Ma tornando al Procacci e alla sua generalizzata disistima per gli autori locali, vale appena la pena di ricordare come la più grande scuola storiografica del mondo, quella francese degli Annales, parta proprio dalla riconsiderazione radicale delle storie locali, attraverso le quali solo si può giungere alla grande storia universale.
Per non dire del Croce che ebbe a dire: se mai sarò ricordato da qualche biografia, mi piacerebbe esserlo come autore di storia locale. Bellissimo, non vi pare?
E un’ultima notazione. Quando, il 29 febbraio del 2002 (sì, effettivamente era un anno bisestile) il prof. Procacci venne a Barletta con la moglie e nel corso di una conversazione nella sacrestia della chiesa di S. Antonio espose i suoi convincimenti sulla reale portata della Disfida, ricordo distintamente, all’uscita, di aver sentito due professoresse di storia convenire sul fatto che, venendone così fortemente ridimensionato l’episodio, non valeva poi tanto la pena dedicare tempo e dedizione ad un progetto scolastico di approfondimento dell’evento nella propria scuola e che tanto valeva dirottare l’interesse su altro argomento…
Ora, voi immaginate che se questo è l’effetto conseguito dal Procacci fra i nostri docenti barlettani, quale tipo di sensibilizzazione possa colpire la generalità di quei lettori che, in Italia, quest’anno, avranno letto un gran numero di articoli di giornali (delle più grandi testate nazionali) molti dei quali irridenti, del nostro fatto d’arme.

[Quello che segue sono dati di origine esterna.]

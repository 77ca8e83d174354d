"""Studies compiled once for the trade room's tests; no search is run."""

from __future__ import annotations

from functools import cache
from pathlib import Path

import numpy as np
import pytest
from numpy.typing import NDArray

from archopt.inputs.load import load
from archopt.model.compiled import compile_study, incumbent_row
from archopt.model.problem import Problem

STUDIES = Path(__file__).resolve().parents[2] / "studies"


@cache
def compiled(name: str) -> tuple[Problem, NDArray[np.int64]]:
    """Return a shipped study compiled, and its incumbent's row without decisions."""
    loaded = load(STUDIES / name / "study.toml")
    problem = compile_study(loaded.study, loaded.catalogue)
    row = incumbent_row(problem)
    assert row is not None
    return problem, row


@pytest.fixture(scope="session")
def telecom() -> tuple[Problem, NDArray[np.int64]]:
    """The line card with its incumbent, which has one regulated bus that trims from 9.6 to 13.2 V."""
    return compiled("telecom_six")


@pytest.fixture(scope="session")
def wide(telecom: tuple[Problem, NDArray[np.int64]]) -> tuple[Problem, NDArray[np.int64]]:
    """The line card's incumbent with a bus converter that reaches from 5 V up."""
    problem, row = telecom
    return problem, problem.space.encode({"bus_a.converter": "wide_bus_200w"}, row)


@pytest.fixture(scope="session")
def industrial() -> tuple[Problem, NDArray[np.int64]]:
    """The machine controller with its incumbent: a stated jump of 35 %, a rail fed from another."""
    return compiled("industrial_ten")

Ed ecco perché, caro sindaco, non ci pare sia giusto far finta di nulla, cullandosi solo sulla consolidata fama di cui è circondata la celebre sfida, perché celebre resterà in ogni caso, convengo con lei, ma bisogna vedere se nel ricordo della gente come un gran -bell’-avvenimento che anticipò i tempi della rinascita di un’italianità dimenticata, oppure una banale rissa d’osteria fra 26 cavalieri di ventura a caccia di fortuna.